Multiple Choice Questions

1. Who determines what pollution is and how it enters in the caste society Douglas describes?
(a) The highest caste.
(b) Literature.
(c) The lowest caste.
(d) Clergy members.

2. Where are the Walbiri from?
(a) Britain.
(b) Australia.
(c) America.
(d) Egypt.

3. When do Orthodox Brahmins marry off their daughters?
(a) After they begin menstruating.
(b) After puberty.
(c) Before puberty.
(d) Before birth.

4. What pollution does the Bushong king practice as a part of sacrifice?
(a) Eating meat.
(b) Not bathing for two weeks.
(c) Adultery.
(d) Incest.

5. What do success-based beliefs lack, according to the reading?
(a) Hereditary powers.
(b) Structure.
(c) Order.
(d) Purity.

6. Which of the following is one of Douglas' marginal states?
(a) Criminal activities.
(b) Children.
(c) A fetus.
(d) Purity.

7. What culture is described as considering death as a challenge to the metaphysical system?
(a) Nyakusa.
(b) Oyo Yoruba.
(c) Sumerian.
(d) Lele.

8. Whose life is put at risk when a wife commits adultery in the Nuer society described?
(a) The wife's first son.
(b) The wife's lover.
(c) The wife's husband.
(d) The wife.

9. Douglas claims that primitive cultures have been regarded as manipulating which group of people?
(a) Men.
(b) Children.
(c) Women.
(d) Elders.

10. What does Douglas claim that pollution annihilates?
(a) Desire.
(b) Restrictions.
(c) Orderliness.
(d) Fame.

11. What does Douglas describe purification allows for avoiding?
(a) God's wrath.
(b) Economic downfall.
(c) Social consequences.
(d) Retribution.

12. What did Vann Gennep associate danger with?
(a) Menstrual blood.
(b) Faith.
(c) Dancing.
(d) Transition.

13. What are Douglas' rules of pollution concerned with?
(a) Strategy.
(b) Facts.
(c) Morals.
(d) Opinions.

14. What can be derived from the ritual frame that Douglas describes?
(a) Power.
(b) Pollution.
(c) Purity.
(d) Escape.

15. What does Douglas state determines whether menstrual blood is dangerous?
(a) Philosophical experience.
(b) Ritual.
(c) Pollution.
(d) Cultural experience.

Short Answer Questions

1. Which of these is not a pollution that Douglas distinguishes?

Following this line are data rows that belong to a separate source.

/* SPDX-License-Identifier: BSD-2-Clause
 *
 * Test support for Criterion tests of the physics: one model on its full and on its graded lattice. */
#ifndef EBB_TEST_GRADED_H
#define EBB_TEST_GRADED_H

/* gravity, clock, state: members of a model file. Every moment, quantile and number of the bounce on the graded lattice
 * has to agree with the full one within the two stated errors, and the stated errors of the graded one have to be
 * below `most` of the number (relative, of the bounded moments absolute). Returns full over graded rows. */
double ebb_test_graded_agrees(const char *gravity, const char *clock, const char *state, double most);

#endif
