/* SPDX-License-Identifier: BSD-2-Clause
 *
 * Test support. Where things are, and the environment every test runs in. */
#ifndef EBB_TEST_ENVIRONMENT_H
#define EBB_TEST_ENVIRONMENT_H

/* Sets the variables of tests/CMakeLists.txt that are missing and forgets a surrounding MPI job. Runs before main of
 * everything that links the support library. */
void ebb_test_environment(void);

/* The ebbturn executable ($EBBTURN, else that of this build). */
const char *ebb_test_program(void);

/* mpiexec ($EBB_MPIEXEC, else the one of the configuration). */
const char *ebb_test_mpiexec(void);

/* Path of a file of the source tree ("inputs/first_bounce.yaml"), of a rank case ("lattice" for
 * tests/ranks/lattice_case.c). The caller frees. */
char *ebb_test_source_path(const char *relative);
char *ebb_test_case_path(const char *name);

/* An empty folder of its own in $TMPDIR or /tmp; remove deletes it with all it holds, frees and nulls the path. */
char *ebb_test_folder_create(void);
void ebb_test_folder_remove(char **folder);

#endif
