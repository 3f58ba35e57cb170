/* SPDX-License-Identifier: BSD-2-Clause
 *
 * A file of its own: a test that only starts programs then loads none of these libraries. */
#include "support/petsc.h"
#include "support/start.h"

#include <stdlib.h>

void ebb_test_slepc_begin(void) { ebb_test_call(ebb_test_petsc_begin("test")); }

void ebb_test_slepc_end(void)
{
  char *left = NULL;
  ebb_test_call(ebb_test_petsc_end(&left));
  cr_expect_null(left, "never freed:\n%s", left);
  free(left);
}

2. In Lele culture, what is killed to challenge the notion of ambiguity?

3. How can adulterers become free from guilt, as described in Nuer society?

4. Rejecting or affirming dirt has little to do with which of the following described by Douglas?

5. Who do people at the margins of society represent danger to, according to Douglas' view?